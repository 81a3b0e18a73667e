"""The self-calibrating mixture: which predicted line made which feature.

Everything uncertain is learned from the spectrum itself by expectation-maximisation: how
often lines show, how strong they look, how dense unlisted features are, how far each
species is off its predicted strengths, and how good the positions are.
"""

from __future__ import annotations

from dataclasses import dataclass, replace

import numpy as np

from .association import Marginals, associate
from .curves import DetectionCurve, StrengthRelation, learn_detection, learn_relation
from .curves import first_relation, threshold_form
from .entries import Groups
from .hidden import absence, share_above
from .pairs import TAIL_FACTOR, TAIL_FLOOR, Pairs
from .problem import NOT_SAID, Problem
from .populations import STELLAR
from .species_offsets import OwnOffsets, learn_offsets
from .strength_errors import FIRST_SPREAD, learn_spread, strength_errors
from .stretches import by_stretch
from .unlisted import Null, learn_null

ROUNDS = 12
SETTLED = 1e-3  # rms change of probability per feature and round
TAIL_SHARE = 0.04  # of the heavy tail of position errors
ANY_STRENGTH = 0.25  # per dex: density of strengths where nothing predicts them
STRENGTH_TAIL, STRENGTH_RANGE = 0.03, 8.0  # share and width (dex) of strengths gone wrong
DOUBT_A_PERSON = 1e-6  # factor on the null of a feature that a person has named
OWN_PLACE = 0.1  # least weight of a line's own place against its blend's centroid in a crowd
LIST_SCATTER = 0.002  # Angstrom: position scatter of a species' lines before it is learned
UNLIKELY, LIKELY = 0.4, 0.6  # pairs between them count in part: none jumps in or out
SCATTER_WEIGHT, SCATTER_REACH = 6.0, 0.06  # lines that prior is worth; Angstrom


@dataclass(frozen=True, eq=False)
class State:
    """What has been learned so far.

    spread: error of the star's predicted strengths beyond that of log gf, dex; above: chance
    that something unlisted is stronger than its line of a strength, at curves.CENTRES
    """

    detection: tuple[DetectionCurve, ...]
    relation: tuple[StrengthRelation, ...]
    null: Null
    offsets: np.ndarray
    offset_errors: np.ndarray
    error_scale: np.ndarray
    scatter: np.ndarray
    spread: float = FIRST_SPREAD
    above: np.ndarray | None = None
    own: OwnOffsets | None = None


@dataclass(frozen=True, eq=False)
class Solution:
    """Marginals over the pairs with the learned state.

    feature, entry: (p,) the pairs; probability: (p,); unlisted: (f,); missing: per entry;
    offset_sigma, sigma: (p,) position offset in sigma, and that sigma in Angstrom; groups: shares per entry;
    strength: (n,) predicted strengths with species offsets; between: (p,) ln of what weighing
    star against air did to the odds, None where nothing was weighed
    pairs: what of the pairs stays fixed; odds, message: (p,) as of ``associate``
    stretches: parts of ``log_likelihood`` by wavelength, as of ``by_stretch``
    """

    problem: Problem
    feature: np.ndarray
    entry: np.ndarray
    probability: np.ndarray
    unlisted: np.ndarray
    missing: np.ndarray
    offset_sigma: np.ndarray
    sigma: np.ndarray
    groups: Groups
    strength: np.ndarray
    state: State
    log_likelihood: float
    pairs: Pairs
    odds: np.ndarray
    message: np.ndarray
    between: np.ndarray | None = None
    stretches: np.ndarray | None = None

    def of(self, features) -> Solution:
        """The same with the pairs of these features alone; features: (k,) indices."""
        wanted = np.zeros(len(self.unlisted), dtype=bool)
        wanted[features] = True
        which = np.nonzero(wanted[self.feature])[0]
        columns = ("feature", "entry", "probability", "offset_sigma", "sigma", "odds", "message",
                   "between")  # fmt: skip
        part = {name: getattr(self, name) for name in columns}
        part = {name: None if c is None else c[which] for name, c in part.items()}
        return replace(self, pairs=self.pairs.only(self.problem, which), **part)


def solve_mixture(
    problem: Problem, rounds: int = ROUNDS, progress=None, start: State | None = None
) -> Solution:
    """Run the engine; an empty problem gives an empty solution.

    rounds: at most so many; it ends before when the claims have settled. start: what was
    learned on a problem of the same features and species, to go on from.
    """
    pairs = Pairs(problem)
    state, warm = (_first_state(problem, pairs), 0) if start is None else (start, 1)
    state = replace(state, own=None)  # rows of another problem
    step = _expect(problem, pairs, state)
    for turn in range(rounds):
        if progress is not None:
            progress.report("weighing claims", turn / rounds)
        before = step.marginals
        state = _learn(problem, pairs, step, state, turn + warm)
        step = _expect(problem, pairs, state, before.message)
        if _settled(before.pair, step.marginals.pair, len(problem.features)):
            break
    return _finish(problem, pairs, step, state)


def _settled(before, after, features: int) -> bool:
    """Whether a round moved so little probability that more would change no claim."""
    moved = float(np.sum((after - before) ** 2))
    return moved < SETTLED**2 * max(features, 1)


def _first_state(problem: Problem, pairs: Pairs) -> State:
    f = problem.features
    curves = tuple(threshold_form(0.9, 0.0) for _ in range(problem.populations))
    relations = tuple(first_relation(f.strength) for _ in range(problem.populations))
    null = learn_null(pairs.bins, np.full(len(f), 0.1), problem.length(), problem.complete)
    zero = np.zeros(problem.species)
    return State(curves, relations, null, zero, zero + 0.4, np.ones(2), zero + LIST_SCATTER)


@dataclass(frozen=True, eq=False)
class Step:
    """Marginals of a round and what they were made of."""

    groups: Groups
    strength: np.ndarray
    marginals: Marginals
    sigma: np.ndarray
    offset: np.ndarray
    odds: np.ndarray
    stretches: np.ndarray


@dataclass(frozen=True, eq=False)
class Odds:
    """value: (p,) odds as of ``associate``; likelihood: (p,) of the pairs, null: (f,) of an
    unlisted line, both as densities; shows: (n,); sigma, offset: (p,) as of ``Solution``."""

    value: np.ndarray
    likelihood: np.ndarray
    null: np.ndarray
    shows: np.ndarray
    sigma: np.ndarray
    offset: np.ndarray


def _expect(problem: Problem, pairs: Pairs, state: State, message=None) -> Step:
    """Marginals in the present state; message: of the association before, to go on from."""
    e, f = problem.entries, problem.features
    strength = offset_strengths(problem, state)
    groups = pairs.near.groups(strength, strength_errors(problem, state))
    odds = pair_odds(problem, pairs, state, groups)
    marginals = associate(pairs.feature, pairs.entry, odds.value, (len(f), len(e)), message)
    total = np.bincount(pairs.feature, odds.likelihood, len(f)) + odds.null
    value = by_stretch(f.wave, e.wave, np.log(total), odds.shows * pairs.covered)
    return Step(groups, strength, marginals, odds.sigma, odds.offset, odds.value, value)


def pair_odds(problem: Problem, pairs: Pairs, state: State, groups: Groups) -> Odds:
    """Odds that each line made the feature against line and feature being unrelated."""
    shows = chance_to_show(pairs, groups, state)
    position, sigma, offset = position_likelihood(pairs, state, groups)
    density, p0 = state.null.at(pairs.bins)
    density = density if problem.crowd is None else density * problem.crowd
    shown = shows[pairs.entry]
    likelihood = shown * position * strength_likelihood(pairs, state, groups, p0)
    absent = absence(problem, pairs, state, groups, shown)
    density, likelihood = _as_said(problem, pairs, density, likelihood)
    value = likelihood / (absent * (density * p0)[pairs.feature])
    return Odds(value, likelihood, density * p0, shows, sigma, offset)


def offset_strengths(problem: Problem, state: State):
    """Predicted strengths (n,) with what the other lines of each species say, dex."""
    strength = problem.entries.strength + state.offsets[problem.entries.species]
    if state.own is not None:
        rows = state.own.entries
        strength[rows] = problem.entries.strength[rows] + state.own.offset
    return strength


def _as_said(problem: Problem, pairs: Pairs, density, likelihood):
    """A person's word is data: a feature they named has no other source, one they set aside
    has none in the list."""
    if problem.said is None:
        return density, likelihood
    block = problem.species // problem.populations
    said = problem.said[pairs.feature]
    name = problem.entries.species[pairs.entry] % block
    allowed = (said == NOT_SAID) | (said == name)
    return np.where(problem.said >= 0, density * DOUBT_A_PERSON, density), likelihood * allowed


def chance_to_show(pairs: Pairs, groups: Groups, state: State):
    """P(the entry makes a feature)."""
    out = np.zeros(len(groups.share))
    for block in pairs.blocks:
        out[block.entries] = state.detection[block.population](groups.total[block.entries])
    return out * groups.first


def position_likelihood(pairs: Pairs, state: State, groups: Groups):
    """Position likelihood per pair: the line's own place, or its blend's centroid."""
    scale = state.error_scale[pairs.crowded]
    listed = pairs.line_variance + state.scatter[pairs.species] ** 2
    sigma = np.sqrt(pairs.base_variance * scale**2 + listed)
    value, nearer = tailed(pairs.own, sigma), pairs.own.copy()
    weight = own_place(pairs, groups)
    mixed = np.nonzero(weight < 1.0)[0]
    blend = pairs.wave[mixed] - groups.centroid[pairs.entry[mixed]]
    weight = weight[mixed]
    value[mixed] = weight * value[mixed] + (1 - weight) * tailed(blend, sigma[mixed])
    nearer[mixed] = np.where(np.abs(blend) < np.abs(nearer[mixed]), blend, nearer[mixed])
    return value, sigma, nearer / sigma


def own_place(pairs: Pairs, groups: Groups):
    """Weight of each pair's line's own place against its blend's centroid, 0-1.

    The line's part of the blend if it is the main one, as its chance to show assumes. Where
    neighbours disturb the centroid the place says less of who is the main one: there the
    predicted share.
    """
    share, lead = groups.share[pairs.entry], groups.lead[pairs.entry]
    shared = (pairs.crowded > 0) & (share < 1.0)
    return np.where(shared, np.maximum(share, OWN_PLACE), lead)


def tailed(offset, sigma):
    wide = np.maximum(TAIL_FACTOR * sigma, TAIL_FLOOR)
    return (1 - TAIL_SHARE) * _normal(offset, sigma) + TAIL_SHARE * _normal(offset, wide)


def _normal(x, s):
    z = x / s
    return np.exp(-0.5 * z * z) / (s * np.sqrt(2 * np.pi))


def strength_likelihood(pairs: Pairs, state: State, groups: Groups, p0):
    """Density of the measured strength given the line's group; flat where strengths are not
    predicted, the null's own (no evidence) where none was measured."""
    value = np.where(np.isfinite(pairs.m), ANY_STRENGTH, p0[pairs.feature])
    for block in pairs.blocks:
        relation, rows = state.relation[block.population], block.graded
        if len(rows) == 0:
            continue
        expected = relation(groups.total[pairs.entry[rows]])
        s = np.sqrt(relation.scatter**2 + pairs.m_variance[rows])
        likely = _normal(pairs.m[rows] - expected, s)
        value[rows] = (1 - STRENGTH_TAIL) * likely + STRENGTH_TAIL / STRENGTH_RANGE
    return value


def _learn(problem: Problem, pairs: Pairs, step: Step, state: State, turn: int) -> State:
    p, total = step.marginals.pair, step.groups.total
    seen = np.bincount(pairs.entry, p, len(problem.entries))
    exposure = np.maximum(step.groups.first * pairs.covered, seen)
    detection, relation = list(state.detection), list(state.relation)
    for block in pairs.blocks:
        k, here, mine = block.population, block.entries[block.covered], block.graded
        features = float(np.sum(seen[here]))
        detection[k] = learn_detection(total[here], seen[here], exposure[here], features)
        relation[k] = learn_relation(
            total[pairs.entry[mine]], pairs.m[mine], p[mine], relation[k]
        )
    spread, above = state.spread, state.above
    for block in pairs.blocks:
        if block.population == STELLAR:
            curves, here = (detection[STELLAR], relation[STELLAR]), block.entries[block.covered]
            spread = learn_spread(problem, pairs, step, (block, *curves))
            above = share_above(total[here], seen[here])
    scale = [_error_scale(step, pairs.crowded == k, state.error_scale[k]) for k in (0, 1)]
    state = replace(
        state,
        detection=tuple(detection),
        relation=tuple(relation),
        null=learn_null(
            pairs.bins, step.marginals.unlisted, problem.length(), problem.complete
        ),
        error_scale=np.array(scale),
        scatter=species_scatter(problem, pairs, step),
        spread=spread,
        above=above,
    )
    return learn_offsets(problem, pairs, step, state) if turn >= 1 else state


def _error_scale(step: Step, which, previous: float) -> float:
    """Robust scale of likely offsets (clean or crowded features) in their present sigma."""
    sure = (step.marginals.pair > 0.7) & which
    if np.sum(sure) < 15:
        return previous
    scale = 1.4826 * float(np.median(np.abs(step.offset[sure])))
    return float(np.clip(previous * scale, 0.5, 4.0))


def species_scatter(problem: Problem, pairs: Pairs, step: Step):
    """Position scatter (Angstrom) of each species' lines beyond that of the features.

    Hyperfine structure and poor lists scatter some species more than others.
    """
    p = step.marginals.pair
    likely = np.nonzero(p > UNLIKELY)[0]
    offset = step.offset[likely] * step.sigma[likely]
    near = np.abs(offset) < SCATTER_REACH
    mine, offset = likely[near], offset[near]
    feature = pairs.base[pairs.feature[mine]] * 0.8
    excess = offset**2 - feature**2 - pairs.line_variance[mine]
    counts = np.clip((p[mine] - UNLIKELY) / (LIKELY - UNLIKELY), 0.0, 1.0)
    species, weight = pairs.species[mine], p[mine] * counts
    total = np.bincount(species, weight * excess, problem.species)
    count = np.bincount(species, weight, problem.species)
    variance = (SCATTER_WEIGHT * LIST_SCATTER**2 + total) / (SCATTER_WEIGHT + count)
    return np.sqrt(np.clip(variance, 0.0005**2, 0.03**2))


def _finish(problem, pairs, step: Step, state: State) -> Solution:
    return Solution(
        problem,
        pairs.feature,
        pairs.entry,
        step.marginals.pair,
        step.marginals.unlisted,
        step.marginals.missing,
        step.offset,
        step.sigma,
        step.groups,
        step.strength,
        state,
        float(np.sum(step.stretches)),
        pairs,
        step.odds,
        step.marginals.message,
        stretches=step.stretches,
    )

What is required: Output all lines from the beginning of the data up to the line holding "often lines show, how", that line included, exactly as written.

Answer to the problem:
repository 81a3b0e18a73667e
"""The self-calibrating mixture: which predicted line made which feature.

Everything uncertain is learned from the spectrum itself by expectation-maximisation: how
often lines show, how strong they look, how dense unlisted features are, how far each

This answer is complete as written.